Candida species
Clinical Specimen Submission Guidance
Submit all specimens to 50 Orms St, Providence RI 02904. Open Monday to Friday 8:30 AM to 4:30 PM
Special Pathogens & Biothreats Laboratory 401-222-5586
Candida auris, Candida species (other than Candida albicans)
Candida auris
Collect and confirm Candida species isolates (other than C. albicans).
The Matrix-Assisted Laser Desorption/Ionization Time -of -Flight Mass Spectrometry (MALDI-TOF MS) Biotyper CA (Bruker Daltonics Inc.) and its reference library of species are cleared by the U.S. Food and Drug Administration (FDA) for the identification of microorganisms. The performance characteristics of the MALDI-TOF system were verified by the Rhode Island State Health Laboratories. Additional species not contained in the FDA-approved reference library were extensively validated prior to reporting.
Per request of the CDC, isolates are being collected for potential shipment to the Regional Reference Laboratory for further characterization.

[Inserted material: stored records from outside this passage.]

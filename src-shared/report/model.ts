/**
 * The report model: a typed document of sections made of paragraphs, tables,
 * charts, cautions and lists, plus the long-form tables a spreadsheet holds
 * and a reproducibility appendix. Every string that came from the data is
 * kept here as plain text; escaping is each renderer's job.
 */
import type { ChartOption } from '../charts/chart-style';

/** How a number in a table is shown. Non-finite numbers are shown as a dash, never as NaN. */
export type NumberFormat =
  | { readonly kind: 'fixed'; readonly decimals: number }
  /** A fraction shown as a percentage (0.031 -> 3.1%). */
  | { readonly kind: 'percent'; readonly decimals: number }
  /** A p-value: four decimals, "<0.0001" below that. */
  | { readonly kind: 'p' }
  | { readonly kind: 'integer' }
  /** The number as it is written (seasons such as 2012). */
  | { readonly kind: 'general' };

export type Cell = string | number | null;

export interface TableColumnSpec {
  readonly header: string;
  /** Format of the numbers in this column (text cells ignore it). */
  readonly format?: NumberFormat;
}

export interface TableBlock {
  readonly kind: 'table';
  readonly id: string;
  readonly caption: string;
  readonly columns: readonly TableColumnSpec[];
  readonly rows: readonly (readonly Cell[])[];
  /** Footnotes printed under the table. */
  readonly notes?: readonly string[];
}

export interface ParagraphBlock {
  readonly kind: 'paragraph';
  readonly text: string;
  /** Keys of `ReportDocument.references` this paragraph cites. */
  readonly cites?: readonly string[];
  /** A lead sentence shown with emphasis (the summary of a section). */
  readonly emphasis?: boolean;
}

export interface ChartBlock {
  readonly kind: 'chart';
  readonly id: string;
  readonly option: ChartOption;
  /** Plain-text description of the chart for readers who cannot see it. */
  readonly alt: string;
  readonly width: number;
  readonly height: number;
}

export interface CautionBlock {
  readonly kind: 'caution';
  readonly title: string;
  readonly items: readonly string[];
}

export interface ListBlock {
  readonly kind: 'list';
  readonly title?: string;
  readonly items: readonly string[];
}

/** Preformatted text (the spec as JSON). */
export interface CodeBlock {
  readonly kind: 'code';
  readonly title: string;
  readonly text: string;
}

export type Block = ParagraphBlock | TableBlock | ChartBlock | CautionBlock | ListBlock | CodeBlock;

export interface Section {
  readonly id: string;
  readonly heading: string;
  readonly blocks: readonly Block[];
  /** Printed straight after the section before it, without starting a page (a short section). */
  readonly continues?: boolean;
}

export interface Reference {
  readonly key: string;
  readonly text: string;
}

/** A long-form table for a spreadsheet sheet (one sheet per table). */
export interface SheetTable {
  /** Sheet name: at most 31 characters, none of : \ / ? * [ ]. */
  readonly name: string;
  readonly table: TableBlock;
}

export interface ReportDocument {
  readonly title: string;
  readonly subtitle: string;
  /** ISO 8601 date-time the report was made. */
  readonly createdAt: string;
  readonly sections: readonly Section[];
  readonly appendix: Section;
  readonly references: readonly Reference[];
  readonly sheets: readonly SheetTable[];
}

/** Every chart block of a document, in reading order (renderers draw these). */
export function chartBlocks(doc: ReportDocument): ChartBlock[] {
  return [...doc.sections, doc.appendix].flatMap((s) => s.blocks.filter((b): b is ChartBlock => b.kind === 'chart'));
}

Isolates to submit to RISHL:
All confirmed or suspected Candida auris isolates from any specimen source
Antifungal resistant candida species, other than C. albicans, from any specimen source, especially invasive sites
Yeast isolates from any specimen source after attempt to identify was unsuccessful
Additional Information:
Candida species and CRE/CRPA testing letter sent to RI Sentinel Microbiology Laboratories https://health.ri.gov/publications/specimenguidances/Candida-2022-Letter-To-Sentinel-Labs.pdf
Update to the Standardized Case Definition and Notification for Candida auris https://health.ri.gov/publications/specimenguidances/Candida-CSTE-22-ID-05_C_auris.pdf
Preferred: an 18-24 hour pure isolate on a Sabouraud Dextrose agar plate or a blood agar plate sealed with parafilm or other appropriate barrier film.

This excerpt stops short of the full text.